Instructions to follow:
Here are some records; copy every line that holds the word "bound".

<<<<

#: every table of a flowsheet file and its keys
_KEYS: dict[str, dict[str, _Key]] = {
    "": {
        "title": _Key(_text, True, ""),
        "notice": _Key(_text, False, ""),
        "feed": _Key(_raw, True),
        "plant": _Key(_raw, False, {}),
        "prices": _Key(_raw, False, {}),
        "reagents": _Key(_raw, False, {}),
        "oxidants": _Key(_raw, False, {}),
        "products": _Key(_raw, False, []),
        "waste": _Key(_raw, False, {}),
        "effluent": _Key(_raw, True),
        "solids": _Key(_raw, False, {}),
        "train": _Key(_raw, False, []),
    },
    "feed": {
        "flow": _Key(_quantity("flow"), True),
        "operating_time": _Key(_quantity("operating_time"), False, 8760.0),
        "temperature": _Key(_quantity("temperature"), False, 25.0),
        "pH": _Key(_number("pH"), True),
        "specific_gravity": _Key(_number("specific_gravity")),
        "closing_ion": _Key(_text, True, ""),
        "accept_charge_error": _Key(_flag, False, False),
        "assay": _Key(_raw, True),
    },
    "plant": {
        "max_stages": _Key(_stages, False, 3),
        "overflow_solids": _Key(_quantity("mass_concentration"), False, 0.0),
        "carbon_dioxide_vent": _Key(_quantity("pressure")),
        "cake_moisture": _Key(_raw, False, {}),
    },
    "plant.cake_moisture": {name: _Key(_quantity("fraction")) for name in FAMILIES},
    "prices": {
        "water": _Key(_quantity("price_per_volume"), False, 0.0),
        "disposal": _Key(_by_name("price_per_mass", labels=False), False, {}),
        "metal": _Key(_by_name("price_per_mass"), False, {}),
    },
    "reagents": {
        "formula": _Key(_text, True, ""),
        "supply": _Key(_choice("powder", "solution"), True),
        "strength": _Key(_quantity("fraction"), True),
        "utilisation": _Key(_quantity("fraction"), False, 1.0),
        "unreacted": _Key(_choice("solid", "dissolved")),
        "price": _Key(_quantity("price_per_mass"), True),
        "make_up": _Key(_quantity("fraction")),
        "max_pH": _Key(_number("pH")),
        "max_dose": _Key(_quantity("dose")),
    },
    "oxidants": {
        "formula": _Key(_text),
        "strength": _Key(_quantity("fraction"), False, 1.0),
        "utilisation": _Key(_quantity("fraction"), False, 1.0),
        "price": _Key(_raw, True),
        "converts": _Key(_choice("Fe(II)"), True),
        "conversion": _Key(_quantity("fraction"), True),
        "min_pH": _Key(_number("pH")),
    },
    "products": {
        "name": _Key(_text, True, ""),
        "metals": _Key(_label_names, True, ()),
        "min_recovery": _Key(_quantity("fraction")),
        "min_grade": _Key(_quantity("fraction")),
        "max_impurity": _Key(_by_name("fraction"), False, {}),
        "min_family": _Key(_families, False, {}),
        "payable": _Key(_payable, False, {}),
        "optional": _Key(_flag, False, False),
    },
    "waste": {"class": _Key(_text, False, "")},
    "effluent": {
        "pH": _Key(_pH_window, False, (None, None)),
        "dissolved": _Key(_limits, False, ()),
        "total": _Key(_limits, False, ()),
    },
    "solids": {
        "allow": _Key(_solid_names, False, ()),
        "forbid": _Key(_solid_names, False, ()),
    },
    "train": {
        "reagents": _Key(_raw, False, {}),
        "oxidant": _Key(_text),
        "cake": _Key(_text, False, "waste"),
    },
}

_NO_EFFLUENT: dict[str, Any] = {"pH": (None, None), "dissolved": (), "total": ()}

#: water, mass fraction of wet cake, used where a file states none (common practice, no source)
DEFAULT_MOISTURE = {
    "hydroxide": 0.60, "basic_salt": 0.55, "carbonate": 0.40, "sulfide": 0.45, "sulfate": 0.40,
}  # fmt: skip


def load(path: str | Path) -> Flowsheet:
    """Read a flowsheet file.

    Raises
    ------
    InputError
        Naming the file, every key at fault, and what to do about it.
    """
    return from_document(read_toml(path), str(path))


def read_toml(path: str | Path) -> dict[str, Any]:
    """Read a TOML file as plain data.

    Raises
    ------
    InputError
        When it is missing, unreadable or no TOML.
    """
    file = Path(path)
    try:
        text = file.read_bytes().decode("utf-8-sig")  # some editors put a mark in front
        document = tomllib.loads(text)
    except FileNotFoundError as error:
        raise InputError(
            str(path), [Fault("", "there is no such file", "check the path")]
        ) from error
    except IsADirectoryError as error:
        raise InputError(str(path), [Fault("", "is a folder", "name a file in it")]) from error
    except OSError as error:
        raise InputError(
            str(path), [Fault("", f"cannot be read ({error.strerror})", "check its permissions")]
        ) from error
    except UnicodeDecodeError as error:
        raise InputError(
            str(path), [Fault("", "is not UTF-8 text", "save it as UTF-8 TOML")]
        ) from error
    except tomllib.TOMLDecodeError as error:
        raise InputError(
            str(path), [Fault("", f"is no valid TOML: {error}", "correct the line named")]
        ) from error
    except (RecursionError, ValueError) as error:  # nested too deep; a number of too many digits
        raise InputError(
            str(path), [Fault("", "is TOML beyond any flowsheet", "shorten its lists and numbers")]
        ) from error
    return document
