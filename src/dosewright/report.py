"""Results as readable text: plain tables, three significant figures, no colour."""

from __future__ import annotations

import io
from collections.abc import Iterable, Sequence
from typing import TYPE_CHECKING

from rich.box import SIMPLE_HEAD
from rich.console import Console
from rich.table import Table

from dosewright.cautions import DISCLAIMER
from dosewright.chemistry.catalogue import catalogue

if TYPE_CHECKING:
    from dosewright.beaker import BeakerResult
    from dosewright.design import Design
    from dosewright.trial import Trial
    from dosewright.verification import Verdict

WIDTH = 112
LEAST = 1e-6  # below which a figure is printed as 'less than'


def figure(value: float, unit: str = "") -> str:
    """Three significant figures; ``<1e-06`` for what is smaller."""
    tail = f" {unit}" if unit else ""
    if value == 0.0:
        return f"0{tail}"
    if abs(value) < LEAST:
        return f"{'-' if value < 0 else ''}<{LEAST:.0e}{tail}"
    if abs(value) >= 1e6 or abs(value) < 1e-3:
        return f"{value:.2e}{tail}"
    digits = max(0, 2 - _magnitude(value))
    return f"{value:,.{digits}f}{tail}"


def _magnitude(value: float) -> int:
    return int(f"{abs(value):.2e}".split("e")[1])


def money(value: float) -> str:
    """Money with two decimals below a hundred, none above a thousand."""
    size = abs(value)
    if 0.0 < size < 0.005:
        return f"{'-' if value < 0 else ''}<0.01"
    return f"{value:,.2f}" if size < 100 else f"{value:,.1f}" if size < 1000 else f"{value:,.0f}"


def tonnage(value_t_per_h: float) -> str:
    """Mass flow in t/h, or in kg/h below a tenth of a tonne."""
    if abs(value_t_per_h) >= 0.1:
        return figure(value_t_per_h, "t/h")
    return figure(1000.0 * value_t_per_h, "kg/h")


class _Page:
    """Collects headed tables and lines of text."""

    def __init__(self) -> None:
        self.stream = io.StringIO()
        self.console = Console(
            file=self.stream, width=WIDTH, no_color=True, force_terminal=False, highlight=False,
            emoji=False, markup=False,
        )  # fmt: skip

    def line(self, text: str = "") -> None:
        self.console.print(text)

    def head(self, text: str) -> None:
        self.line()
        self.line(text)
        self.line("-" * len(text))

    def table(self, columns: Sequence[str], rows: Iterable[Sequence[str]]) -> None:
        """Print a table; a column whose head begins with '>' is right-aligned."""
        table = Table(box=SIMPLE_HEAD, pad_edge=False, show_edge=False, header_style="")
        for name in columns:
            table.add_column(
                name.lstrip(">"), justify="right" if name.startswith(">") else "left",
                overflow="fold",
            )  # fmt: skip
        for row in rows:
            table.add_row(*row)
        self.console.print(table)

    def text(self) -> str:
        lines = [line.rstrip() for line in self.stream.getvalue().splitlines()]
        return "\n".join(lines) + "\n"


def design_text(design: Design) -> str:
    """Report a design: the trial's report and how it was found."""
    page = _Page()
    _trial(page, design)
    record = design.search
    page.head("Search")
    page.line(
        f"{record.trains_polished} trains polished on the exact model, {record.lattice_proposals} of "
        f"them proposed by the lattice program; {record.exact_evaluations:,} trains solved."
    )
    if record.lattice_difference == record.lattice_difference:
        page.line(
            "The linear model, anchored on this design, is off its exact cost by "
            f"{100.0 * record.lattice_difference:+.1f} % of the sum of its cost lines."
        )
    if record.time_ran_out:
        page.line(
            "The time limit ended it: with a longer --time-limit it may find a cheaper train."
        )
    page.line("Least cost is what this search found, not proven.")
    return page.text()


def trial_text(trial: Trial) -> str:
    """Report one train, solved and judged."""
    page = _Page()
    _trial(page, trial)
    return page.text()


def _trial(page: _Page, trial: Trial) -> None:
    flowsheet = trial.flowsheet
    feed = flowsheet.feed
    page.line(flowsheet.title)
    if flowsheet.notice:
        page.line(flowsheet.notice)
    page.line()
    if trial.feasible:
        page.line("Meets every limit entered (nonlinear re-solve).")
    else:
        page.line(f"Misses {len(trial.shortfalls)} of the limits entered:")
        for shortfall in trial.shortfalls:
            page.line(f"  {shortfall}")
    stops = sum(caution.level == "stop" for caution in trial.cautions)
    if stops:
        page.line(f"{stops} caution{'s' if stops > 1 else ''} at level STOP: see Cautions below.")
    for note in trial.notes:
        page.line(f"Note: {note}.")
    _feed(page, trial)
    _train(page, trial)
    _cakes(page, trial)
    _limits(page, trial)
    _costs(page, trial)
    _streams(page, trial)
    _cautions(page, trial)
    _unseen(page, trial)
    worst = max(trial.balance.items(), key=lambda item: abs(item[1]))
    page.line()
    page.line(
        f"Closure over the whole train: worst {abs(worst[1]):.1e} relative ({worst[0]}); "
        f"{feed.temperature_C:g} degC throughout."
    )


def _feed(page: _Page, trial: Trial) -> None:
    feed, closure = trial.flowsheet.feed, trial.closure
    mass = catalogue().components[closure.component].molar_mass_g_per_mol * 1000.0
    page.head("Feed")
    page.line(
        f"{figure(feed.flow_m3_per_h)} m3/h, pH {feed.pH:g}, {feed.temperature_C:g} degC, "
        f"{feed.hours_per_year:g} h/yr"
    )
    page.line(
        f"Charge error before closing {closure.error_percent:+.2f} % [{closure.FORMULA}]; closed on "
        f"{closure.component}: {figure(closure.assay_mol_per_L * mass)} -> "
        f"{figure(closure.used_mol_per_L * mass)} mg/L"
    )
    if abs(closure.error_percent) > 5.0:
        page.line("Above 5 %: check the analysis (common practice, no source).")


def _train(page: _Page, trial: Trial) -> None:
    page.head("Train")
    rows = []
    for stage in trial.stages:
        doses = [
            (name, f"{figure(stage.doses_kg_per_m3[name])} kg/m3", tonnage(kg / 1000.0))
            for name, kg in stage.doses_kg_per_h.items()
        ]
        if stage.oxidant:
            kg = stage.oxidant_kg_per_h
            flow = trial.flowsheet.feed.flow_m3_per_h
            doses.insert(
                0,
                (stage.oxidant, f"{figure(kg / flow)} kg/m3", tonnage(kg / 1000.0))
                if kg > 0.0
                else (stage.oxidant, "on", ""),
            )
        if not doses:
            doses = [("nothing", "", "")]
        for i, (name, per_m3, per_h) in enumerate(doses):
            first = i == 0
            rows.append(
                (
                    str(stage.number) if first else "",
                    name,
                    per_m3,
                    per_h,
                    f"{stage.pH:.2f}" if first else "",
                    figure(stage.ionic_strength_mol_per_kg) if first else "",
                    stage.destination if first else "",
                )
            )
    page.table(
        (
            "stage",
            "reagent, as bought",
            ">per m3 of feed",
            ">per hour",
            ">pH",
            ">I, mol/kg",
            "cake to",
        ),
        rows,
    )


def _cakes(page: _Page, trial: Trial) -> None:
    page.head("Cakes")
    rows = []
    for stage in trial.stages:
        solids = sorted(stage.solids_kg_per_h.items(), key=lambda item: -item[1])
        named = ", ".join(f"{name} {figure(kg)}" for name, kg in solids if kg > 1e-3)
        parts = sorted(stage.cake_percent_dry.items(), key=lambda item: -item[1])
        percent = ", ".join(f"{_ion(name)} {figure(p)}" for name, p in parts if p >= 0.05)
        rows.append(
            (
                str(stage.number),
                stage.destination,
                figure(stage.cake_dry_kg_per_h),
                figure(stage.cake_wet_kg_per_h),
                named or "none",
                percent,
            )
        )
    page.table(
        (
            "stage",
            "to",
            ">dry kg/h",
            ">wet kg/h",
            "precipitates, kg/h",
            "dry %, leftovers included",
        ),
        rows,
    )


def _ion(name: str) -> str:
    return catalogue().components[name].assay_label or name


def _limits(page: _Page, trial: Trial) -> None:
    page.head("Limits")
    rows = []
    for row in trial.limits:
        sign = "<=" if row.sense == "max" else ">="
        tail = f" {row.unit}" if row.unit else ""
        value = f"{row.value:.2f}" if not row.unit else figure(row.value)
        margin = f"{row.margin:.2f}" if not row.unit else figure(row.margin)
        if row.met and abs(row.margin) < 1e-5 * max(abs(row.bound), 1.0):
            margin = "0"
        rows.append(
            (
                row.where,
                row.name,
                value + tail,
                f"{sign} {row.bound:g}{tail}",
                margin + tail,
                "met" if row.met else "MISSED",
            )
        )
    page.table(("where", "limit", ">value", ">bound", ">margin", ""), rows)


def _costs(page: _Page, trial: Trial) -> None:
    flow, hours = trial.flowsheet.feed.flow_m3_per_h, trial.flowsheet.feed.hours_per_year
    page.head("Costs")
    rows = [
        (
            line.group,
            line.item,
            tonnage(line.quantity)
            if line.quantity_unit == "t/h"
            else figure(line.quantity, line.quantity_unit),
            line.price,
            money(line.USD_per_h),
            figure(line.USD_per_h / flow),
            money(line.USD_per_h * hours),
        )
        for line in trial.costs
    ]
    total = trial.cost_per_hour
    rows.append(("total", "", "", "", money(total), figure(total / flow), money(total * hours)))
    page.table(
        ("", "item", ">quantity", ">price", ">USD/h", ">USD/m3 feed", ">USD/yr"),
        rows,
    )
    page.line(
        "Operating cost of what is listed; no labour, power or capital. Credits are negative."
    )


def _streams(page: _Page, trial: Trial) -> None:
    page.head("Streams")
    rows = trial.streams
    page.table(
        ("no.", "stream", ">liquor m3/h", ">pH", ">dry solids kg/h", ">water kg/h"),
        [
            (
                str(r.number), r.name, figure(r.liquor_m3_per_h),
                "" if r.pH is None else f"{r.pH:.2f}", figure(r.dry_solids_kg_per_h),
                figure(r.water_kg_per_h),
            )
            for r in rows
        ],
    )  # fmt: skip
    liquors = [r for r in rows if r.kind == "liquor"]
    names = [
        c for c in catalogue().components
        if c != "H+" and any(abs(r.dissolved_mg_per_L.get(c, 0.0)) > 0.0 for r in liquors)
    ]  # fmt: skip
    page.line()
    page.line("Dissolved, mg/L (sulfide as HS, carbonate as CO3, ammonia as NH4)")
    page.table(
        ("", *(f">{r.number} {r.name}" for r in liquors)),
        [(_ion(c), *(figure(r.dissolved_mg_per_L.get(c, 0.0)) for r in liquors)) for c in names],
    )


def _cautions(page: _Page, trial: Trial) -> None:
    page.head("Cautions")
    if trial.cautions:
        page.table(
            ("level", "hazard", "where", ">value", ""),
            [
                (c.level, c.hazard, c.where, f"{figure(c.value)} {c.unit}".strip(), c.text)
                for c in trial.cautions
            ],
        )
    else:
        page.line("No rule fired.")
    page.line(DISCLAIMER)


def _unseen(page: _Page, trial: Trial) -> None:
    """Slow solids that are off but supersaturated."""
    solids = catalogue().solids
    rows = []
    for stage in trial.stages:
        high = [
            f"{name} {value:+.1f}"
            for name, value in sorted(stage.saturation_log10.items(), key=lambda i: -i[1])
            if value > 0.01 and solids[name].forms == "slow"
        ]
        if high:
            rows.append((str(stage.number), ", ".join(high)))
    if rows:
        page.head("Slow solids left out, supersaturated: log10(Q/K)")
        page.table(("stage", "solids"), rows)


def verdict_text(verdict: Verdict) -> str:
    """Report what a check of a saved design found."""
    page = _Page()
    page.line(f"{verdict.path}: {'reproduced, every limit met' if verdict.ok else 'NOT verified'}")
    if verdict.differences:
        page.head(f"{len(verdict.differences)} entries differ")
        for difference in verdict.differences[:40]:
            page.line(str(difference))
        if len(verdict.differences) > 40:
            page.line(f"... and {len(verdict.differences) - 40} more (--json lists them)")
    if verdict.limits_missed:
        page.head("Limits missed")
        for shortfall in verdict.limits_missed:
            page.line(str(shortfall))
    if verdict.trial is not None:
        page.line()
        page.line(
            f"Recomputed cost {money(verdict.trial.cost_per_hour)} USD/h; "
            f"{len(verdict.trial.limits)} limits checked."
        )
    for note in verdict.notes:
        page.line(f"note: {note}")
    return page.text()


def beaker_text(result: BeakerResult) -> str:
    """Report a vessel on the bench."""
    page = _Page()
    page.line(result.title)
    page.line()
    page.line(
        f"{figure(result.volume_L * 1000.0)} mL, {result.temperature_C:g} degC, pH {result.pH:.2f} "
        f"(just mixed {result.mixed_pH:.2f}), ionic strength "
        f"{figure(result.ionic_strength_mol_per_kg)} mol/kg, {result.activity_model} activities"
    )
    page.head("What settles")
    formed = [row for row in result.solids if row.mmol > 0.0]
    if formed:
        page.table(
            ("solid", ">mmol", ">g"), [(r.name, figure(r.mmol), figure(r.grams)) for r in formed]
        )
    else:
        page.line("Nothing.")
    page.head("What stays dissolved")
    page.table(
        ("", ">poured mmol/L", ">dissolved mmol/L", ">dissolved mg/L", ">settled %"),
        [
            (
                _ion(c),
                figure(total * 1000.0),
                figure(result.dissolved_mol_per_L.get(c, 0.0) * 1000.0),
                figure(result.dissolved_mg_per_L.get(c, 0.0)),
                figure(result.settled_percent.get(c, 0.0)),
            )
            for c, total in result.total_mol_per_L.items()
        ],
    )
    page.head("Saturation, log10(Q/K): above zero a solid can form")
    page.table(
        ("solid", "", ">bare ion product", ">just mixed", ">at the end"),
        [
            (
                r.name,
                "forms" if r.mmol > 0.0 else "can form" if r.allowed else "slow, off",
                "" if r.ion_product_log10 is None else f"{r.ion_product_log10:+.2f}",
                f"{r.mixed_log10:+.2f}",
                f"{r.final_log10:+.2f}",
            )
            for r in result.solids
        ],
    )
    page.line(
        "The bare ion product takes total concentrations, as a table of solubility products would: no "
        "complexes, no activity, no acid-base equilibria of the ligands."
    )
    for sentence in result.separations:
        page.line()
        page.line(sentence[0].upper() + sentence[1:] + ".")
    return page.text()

>>>>

Written solution:
        if row.met and abs(row.margin) < 1e-5 * max(abs(row.bound), 1.0):
                f"{sign} {row.bound:g}{tail}",
    page.table(("where", "limit", ">value", ">bound", ">margin", ""), rows)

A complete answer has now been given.